# Data for processing
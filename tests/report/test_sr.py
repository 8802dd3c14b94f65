"""sr.dcm: valid per dicom3tools' dciodvfy, and read back by highdicom with the same values."""

from __future__ import annotations

import os
import shutil
import subprocess
from dataclasses import replace

import highdicom as hd
import pytest
from pydicom import dcmread
from pydicom.sr.codedict import codes
from report.conftest import make_key_slices

from sigreport.report import sr as sr_module
from sigreport.report import sr_content
from sigreport.report.sr import PRIVATE_SCHEME, build_sr, grade_name, write_sr


@pytest.fixture(scope="module")
def sr_path(report_dir):
    return report_dir / "sr.dcm"


@pytest.fixture(scope="module")
def sr(sr_path):
    return hd.sr.srread(sr_path)


@pytest.mark.dciodvfy
def test_sr_passes_dciodvfy(sr_path):
    binary = shutil.which("dciodvfy")
    if binary is None:
        if os.environ.get("CI"):
            pytest.fail("dciodvfy (Debian dicom3tools) is required when CI is set")
        pytest.skip("dciodvfy (Debian dicom3tools) is not installed")
    result = subprocess.run([binary, str(sr_path)], capture_output=True, text=True, timeout=60)
    output = result.stdout + result.stderr
    assert "Comprehensive3DSR" in output  # dciodvfy recognised the IOD it checks against
    errors = [line for line in output.splitlines() if line.startswith("Error")]
    assert errors == []


def test_sr_is_a_draft_comprehensive_3d_sr(sr):
    # PS3.4 / PS3.6: Comprehensive 3D SR Storage SOP class.
    assert sr.SOPClassUID == "1.2.840.10008.5.1.4.1.1.88.34"
    assert sr.CompletionFlag == "PARTIAL" and sr.VerificationFlag == "UNVERIFIED"
    assert sr.ContentTemplateSequence[0].TemplateIdentifier == "1500"
    scheme = sr.CodingSchemeIdentificationSequence[0]
    assert scheme.CodingSchemeDesignator == PRIVATE_SCHEME


def test_patient_and_study_come_from_the_source_images(sr, study):
    source = dcmread(study["T2"].instances[1].path, stop_before_pixels=True)
    for keyword in ("PatientID", "PatientName", "StudyInstanceUID", "AccessionNumber", "StudyDate"):
        assert sr.get(keyword) == source.get(keyword), keyword


@pytest.fixture(scope="module")
def groups(sr):
    """Each measurement group read once by highdicom: (group, measurements, evaluations)."""
    return {
        g.tracking_identifier.split(" ")[0]: (
            g,
            g.get_measurements(),
            g.get_qualitative_evaluations(),
        )
        for g in sr.content.get_image_measurement_groups()
    }


def test_one_measurement_group_per_lesion_and_roi_tracked_by_id(groups, findings):
    ids = [lesion["id"] for lesion in findings["lesions"]] + [r["id"] for r in findings["rois"]]
    assert sorted(groups) == sorted(ids)
    assert groups["L1"][0].tracking_identifier == "L1 (right frontal white matter)"
    assert groups["R1"][0].tracking_identifier == "R1 (reference: white matter)"


def _series_of(measurement, study) -> str | None:
    """The role of the series whose image a measurement references (TID 300 Source of
    Measurement), the standard way to say which series a value was measured on."""
    uids = {r.referenced_sop_instance_uid for r in measurement.referenced_images or ()}
    for role, stack in study.items():
        if uids & {i.sop_instance_uid for i in stack.instances}:
            return role
    return None


def _value(measurements, name, role=None, derivation=None, study=None):
    found = [
        m
        for m in measurements
        if m.name == name
        and (role is None or _series_of(m, study) == role)
        and (derivation is None or m.derivation == derivation)
    ]
    assert len(found) == 1, (name, role, derivation, len(found))
    return found[0]


def test_measurement_values_read_back(groups, findings, study):
    for lesion in findings["lesions"]:
        _, measurements, _ = groups[lesion["id"]]
        volume = _value(measurements, codes.SCT.Volume)
        assert volume.value == pytest.approx(lesion["volume_ml"])
        assert volume.unit.value == "ml"
        for role, stats in lesion["signal"].items():
            if stats is None:
                continue
            signal = codes.DCM.MRSignalIntensity
            mean = _value(measurements, signal, role, codes.cid7464.Mean, study)
            assert mean.value == pytest.approx(stats["mean"])
            median = _value(measurements, signal, role, codes.cid7464.Median, study)
            assert median.value == pytest.approx(stats["median"])
            ratio = _value(measurements, codes.SCT.Ratio, role, study=study)
            assert ratio.value == pytest.approx(stats["ratio"])
            assert ratio.unit.value == "{ratio}"
            # Which series: the referenced image, not a private concept.
            assert ratio.method is None


def test_enhancement_and_suppression_read_back(groups):
    [enh] = [m for m in groups["L3"][1] if m.name.value == "ENH-PCT"]
    assert enh.value == pytest.approx(84.0) and enh.unit.value == "%"
    [fluid] = [m for m in groups["L1"][1] if m.name.value == "DROP-FLUID"]
    assert fluid.value == pytest.approx(91.1)


def test_grade_codes_are_cid_6343(groups, findings):
    expected = {
        "hyperintense": codes.cid6343.Hyperintense,
        "isointense": codes.cid6343.Isointense,
        "hypointense": codes.cid6343.Hypointense,
    }
    for lesion in findings["lesions"]:
        _, _, all_evaluations = groups[lesion["id"]]
        for role, stats in lesion["signal"].items():
            evaluations = [e for e in all_evaluations if e.name == grade_name(role)]
            if stats is None:
                assert evaluations == []
                continue
            assert len(evaluations) == 1
            assert evaluations[0].value == expected[stats["grade"]]
    # RADLEX RID35805 "Hyperintense" (PS3.16 CID 6343).
    assert expected["hyperintense"].value == "RID35805"


def test_flags_are_coded(groups):
    [pattern] = [e for e in groups["L3"][2] if e.name == codes.RADLEX.EnhancementPattern]
    assert pattern.value.meaning == "Rim enhancement"
    reliable = [e for e in groups["L2"][2] if e.name.value == "RELIABLE-FAT"]
    assert len(reliable) == 1 and reliable[0].value == codes.SCT.No


def test_measurements_reference_their_source_images(sr, groups, study):
    measurements = groups["L1"][1]
    mean = _value(measurements, codes.DCM.MRSignalIntensity, "T2", codes.cid7464.Mean, study)
    [ref] = mean.referenced_images
    assert ref.referenced_sop_instance_uid == study["T2"].instances[1].sop_instance_uid
    evidence = {
        item.ReferencedSOPInstanceUID
        for study_item in sr.CurrentRequestedProcedureEvidenceSequence
        for series in study_item.ReferencedSeriesSequence
        for item in series.ReferencedSOPSequence
    }
    assert evidence == {s.instances[1].sop_instance_uid for s in study.values()}


def test_cautions_travel_with_the_sr(sr, findings):
    texts = [item.TextValue for item in sr.ContentSequence if item.ValueType == "TEXT"]
    for caution in findings["cautions"]:
        assert caution in texts
    assert any("fat-suppression-failed" in t for t in texts)


def test_sr_without_any_source_instance_is_refused(findings):
    with pytest.raises(ValueError, match='Argument "stacks" holds no source instance'):
        build_sr(findings, [], {})


def test_the_document_content_view_is_the_whole_tree(findings, study, key_slices):
    # build_sr attaches the content tree without highdicom's deep copy: highdicom's content
    # view of the new document must be the same full tree as its dataset (a group per lesion
    # and per reference or control ROI, not the placeholder the document was built around).
    document = build_sr(findings, key_slices, study)
    root = document.content[0]
    assert root.ContentSequence is document.ContentSequence
    imaging = [
        item
        for item in document.ContentSequence
        if item.ValueType == "CONTAINER"
        and item.ConceptNameCodeSequence[0].CodeValue == "126010"  # Imaging Measurements, PS3.16
    ]
    [measurements] = imaging
    ids = [
        item.TextValue
        for group in measurements.ContentSequence
        for item in group.ContentSequence
        if item.ValueType == "TEXT" and item.ConceptNameCodeSequence[0].CodeValue == "112039"
    ]
    expected = len(findings["lesions"]) + len(findings.get("rois", []))
    assert len(ids) == expected and "placeholder" not in ids


def test_image_library_describes_each_series_once(sr, study):
    # TID 1600: Image Library > Image Library Group > image entries (PS3.16); one per series.
    [library] = [
        item
        for item in sr.ContentSequence
        if item.ValueType == "CONTAINER"
        and item.ConceptNameCodeSequence[0].CodeValue == "111028"  # Image Library, PS3.16
    ]
    entries = [
        entry.ReferencedSOPSequence[0].ReferencedSOPInstanceUID
        for group in library.ContentSequence
        for entry in group.ContentSequence
        if entry.ValueType == "IMAGE"
    ]
    series_of = {
        i.sop_instance_uid: s.series_instance_uid for s in study.values() for i in s.instances
    }
    assert len(entries) == len(set(entries))
    assert sorted(series_of[uid] for uid in entries) == sorted({series_of[uid] for uid in entries})
    assert len(entries) == len(study)


def test_library_is_per_series_when_lesions_lie_on_different_slices(
    findings, study, tmp_path, monkeypatch
):
    # Each lesion's key slice on its own slice of every series: the image library (TID 1600)
    # still holds one entry per series, while each lesion's values reference its own slice;
    # every key slice is in the evidence, though one header is read per series.
    slice_of = {"L1": 0, "L2": 1, "L3": 2}
    keys = [
        replace(key, slice_index=slice_of[key.roi_id], sop_instance_uid=None)
        for key in make_key_slices(study)
    ]
    read = []
    monkeypatch.setattr(
        sr_module, "dcmread", lambda path, **kw: read.append(path) or dcmread(path, **kw)
    )
    write_sr(tmp_path / "sr.dcm", build_sr(findings, keys, study))
    assert len(read) == len(study)
    document = hd.sr.srread(tmp_path / "sr.dcm")
    evidence = {
        item.ReferencedSOPInstanceUID
        for study_item in document.CurrentRequestedProcedureEvidenceSequence
        for series in study_item.ReferencedSeriesSequence
        for item in series.ReferencedSOPSequence
    }
    assert evidence == {s.instances[i].sop_instance_uid for s in study.values() for i in (0, 1, 2)}
    [library] = [
        item
        for item in document.ContentSequence
        if item.ConceptNameCodeSequence[0].CodeValue == "111028"  # Image Library, PS3.16
    ]
    entries = [
        entry.ReferencedSOPSequence[0].ReferencedSOPInstanceUID
        for group in library.ContentSequence
        for entry in group.ContentSequence
        if entry.ValueType == "IMAGE"
    ]
    series_of = {
        i.sop_instance_uid: s.series_instance_uid for s in study.values() for i in s.instances
    }
    assert len(entries) == len(study)
    assert len({series_of[uid] for uid in entries}) == len(study)
    groups = {
        g.tracking_identifier.split(" ")[0]: g.get_measurements()
        for g in document.content.get_image_measurement_groups()
    }
    for lesion, index in slice_of.items():
        mean = _value(groups[lesion], codes.DCM.MRSignalIntensity, "T2", codes.cid7464.Mean, study)
        [ref] = mean.referenced_images
        assert ref.referenced_sop_instance_uid == study["T2"].instances[index].sop_instance_uid


@pytest.mark.parametrize(
    "charset, site", [("ISO_IR 100", "région frontale"), ("ISO_IR 192", "额叶")]
)
def test_write_sr_writes_what_pydicom_writes(
    findings, study, key_slices, tmp_path, monkeypatch, charset, site
):
    # write_sr encodes the measurement groups itself (sr_content.encode_items); the file must be
    # byte for byte what pydicom writes for the same document.
    encoded = []
    encode = sr_content.encode_items
    monkeypatch.setattr(
        sr_content, "encode_items", lambda *a: encoded.append(encode(*a)) or encoded[-1]
    )
    findings["lesions"][0]["site"] = site
    document = build_sr(findings, key_slices, study)
    document.SpecificCharacterSet = charset
    write_sr(tmp_path / "fast.dcm", document)
    assert len(encoded) == 1  # the groups took the fast path
    document.save_as(tmp_path / "pydicom.dcm", enforce_file_format=True)
    assert (tmp_path / "fast.dcm").read_bytes() == (tmp_path / "pydicom.dcm").read_bytes()
    groups = hd.sr.srread(tmp_path / "fast.dcm").content.get_image_measurement_groups()
    assert any(site in group.tracking_identifier for group in groups)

# Work order
Check every line of the entries for the string "keyword". Give only the number of lines that hold it.

# Exercise output
2